When working with curves in vector calculus, understanding the unit tangent vector is crucial. The unit tangent vector, denoted as \( \mathbf{T}(t) \), provides a way to represent the direction of a curve at any point. It essentially tells us which way the curve is heading without considering the speed or magnitude.

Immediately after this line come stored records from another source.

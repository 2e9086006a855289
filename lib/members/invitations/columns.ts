import 'server-only';
import type { IncludeOptions, InferAttributes } from 'sequelize';
import type { Invitation } from '@/models';

// What every read of an invitation asks for: by the members screen and by the invitee's link.

/** The columns every invitation read needs (never the token hash). */
export const INVITATION_ATTRIBUTES = [
  'id',
  'coopId',
  'email',
  'role',
  'status',
  'delivery',
  'expiresAt',
  'createdAt',
] as const satisfies (keyof InferAttributes<Invitation>)[];

/** The inviter's name, joined in the same query. */
export const INVITED_BY: IncludeOptions = { association: 'invitedBy', attributes: ['name'] };

export const isPast = (at: Date) => at.getTime() <= Date.now();
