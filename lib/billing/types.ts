/** Plain shapes the billing services return (types only: safe to import from client components). */
import type { InvoiceEmailStatus, InvoiceKind, InvoiceStatus } from '@/models/Invoice';
import type { InvoiceLineKind } from '@/models/InvoiceLine';

export type { InvoiceKind, InvoiceStatus };
export type EmailStatus = InvoiceEmailStatus;

export interface InvoiceSummary {
  id: number;
  kind: InvoiceKind;
  number: number | null;
  /** 'INV-000012', 'CN-000013', or null for a draft. */
  label: string | null;
  status: InvoiceStatus;
  /** 'YYYY-MM' */
  period: string;
  memberId: number;
  memberName: string;
  memberEmail: string;
  totalCents: number;
  paidCents: number;
  outstandingCents: number;
  issuedAt: string | null;
  dueOn: string | null;
  overdue: boolean;
  emailStatus: EmailStatus;
  creditNoteForId: number | null;
  creditNoteId: number | null;
}

export interface InvoiceLineDTO {
  id: string;
  kind: InvoiceLineKind;
  description: string;
  occurredAt: string | null;
  /** Litres (negative on reversals); shown in the co-op's units. */
  quantityLiters: number | null;
  unitPriceCentsPerGallon: number | null;
  amountCents: number;
}

export interface PaymentDTO {
  id: number;
  method: 'card' | 'cash' | 'cheque';
  memberId: number;
  memberName: string;
  invoiceId: number | null;
  invoiceLabel: string | null;
  invoicePeriod: string | null;
  amountCents: number;
  appliedCents: number;
  creditedCents: number;
  unallocatedCents: number;
  refundedCents: number;
  /** What may still be given back: the unmatched part plus this payment's share of the member's credit. */
  refundableCents: number;
  receivedOn: string;
  period: string;
  reference: string | null;
  note: string | null;
  periodClosed: boolean;
  refunds: RefundDTO[];
}

export interface RefundDTO {
  id: number;
  amountCents: number;
  status: 'pending' | 'succeeded' | 'failed';
  reason: string;
  refundedOn: string;
  failureMessage: string | null;
}

export interface InvoiceDetail extends InvoiceSummary {
  lines: InvoiceLineDTO[];
  payments: PaymentDTO[];
  pendingAttempt: { id: number; createdAt: string } | null;
  lastFailedAttempt: { message: string; at: string } | null;
  voidReason: string | null;
  voidedAt: string | null;
  creditNote: { id: number; label: string | null } | null;
  original: { id: number; label: string | null } | null;
  periodClosed: boolean;
  emailedAt: string | null;
  emailAttempts: number;
}

export interface MemberBalance {
  /** Unpaid amounts of issued invoices. */
  outstandingCents: number;
  /** Credit held for the member (overpayments, voided invoices' payments), applied to the next invoice. */
  creditCents: number;
  /** Payments received but not matched to an invoice yet. */
  unallocatedCents: number;
}

export interface PageOf<T> {
  rows: T[];
  total: number;
  page: number;
  pageSize: number;
}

The process of finding the unit tangent vector begins with differentiating the given vector function \( \mathbf{r}(t) \). From our example, this results in the derivative \( \mathbf{r}'(t) = 18t^2 \mathbf{i} - 6t^2 \mathbf{j} - 9t^2 \mathbf{k} \). This derivative represents the rate of change of the curve's position, effectively pointing in the direction the curve moves.

To obtain the unit tangent vector, we then compute the magnitude of \( \mathbf{r}'(t) \) and divide the derivative by this magnitude:

• Calculate \( \| \mathbf{r}'(t) \| = 21t^2 \).
• Divide \( \mathbf{r}'(t) \) by \( \| \mathbf{r}'(t) \| \) to normalize it: \( \mathbf{T}(t) = \frac{6}{7} \mathbf{i} - \frac{2}{7} \mathbf{j} - \frac{3}{7} \mathbf{k} \).

This unit tangent vector provides a simplified view of the curve's direction at any point, with a constant magnitude of 1, making it length-independent.

Calculating the arc length of a curve is about determining how long a segment of the curve is. Essentially, it measures the distance travelled along the path of the curve.

For vector functions, the arc length from one point to another is computed using the integral of the magnitude of the derivative of the vector function over the desired interval. In our case, to find the arc length from \( t = 1 \) to \( t = 2 \), we perform the following steps:

• Determine the magnitude of the derivative, \( \| \mathbf{r}'(t) \| = 21t^2 \).
• Set up the integral: \( L = \int_{1}^{2} 21t^2 \ dt \).
• Calculate the integral: \( \int_{1}^{2} 21t^2 \ dt = 49 \).

Thus, the arc length is 49.

This integration process allows us to "accumulate" the distance, making it crucial for understanding shapes in space and quantifying their length.

Differentiation of vector functions is similar to differentiating scalar functions, but it is applied component-wise to vector-valued functions.

Consider a vector function \( \mathbf{r}(t) = x(t) \mathbf{i} + y(t) \mathbf{j} + z(t) \mathbf{k} \). Each component function \( x(t) \), \( y(t) \), and \( z(t) \) is differentiated individually:

• The derivative \( x'(t) \) accounts for the change in the \( \mathbf{i} \) direction.
• The derivative \( y'(t) \) accounts for the change in the \( \mathbf{j} \) direction.
• The derivative \( z'(t) \) accounts for the change in the \( \mathbf{k} \) direction.

Applying this to \( \mathbf{r}(t) = 6t^3 \mathbf{i} - 2t^3 \mathbf{j} - 3t^3 \mathbf{k} \), we find \( \mathbf{r}'(t) = 18t^2 \mathbf{i} - 6t^2 \mathbf{j} - 9t^2 \mathbf{k} \).
This gives us a new vector describing the direction and rate of change of the original vector function, which is essential in the calculation of items like tangent vectors and curve lengths.

The magnitude of a vector is a measure of its length. It tells us how "big" or "strong" the vector is, independent of its direction.

To find the magnitude of a vector \( \mathbf{v} = a \mathbf{i} + b \mathbf{j} + c \mathbf{k} \), use the formula:
\[ \| \mathbf{v} \| = \sqrt{a^2 + b^2 + c^2} \]

In our specific example, the magnitude of the derivative \( \mathbf{r}'(t) = 18t^2 \mathbf{i} - 6t^2 \mathbf{j} - 9t^2 \mathbf{k} \) is calculated as:

• \( \| \mathbf{r}'(t) \| = \sqrt{(18t^2)^2 + (-6t^2)^2 + (-9t^2)^2} \).
• Simplifies to \( \| \mathbf{r}'(t) \| = \sqrt{324t^4 + 36t^4 + 81t^4} = \sqrt{441t^4} = 21t^2 \).

Understanding the concept of magnitude helps in accurately describing vectors, which is critical for operations like normalizing vectors or calculating arc length.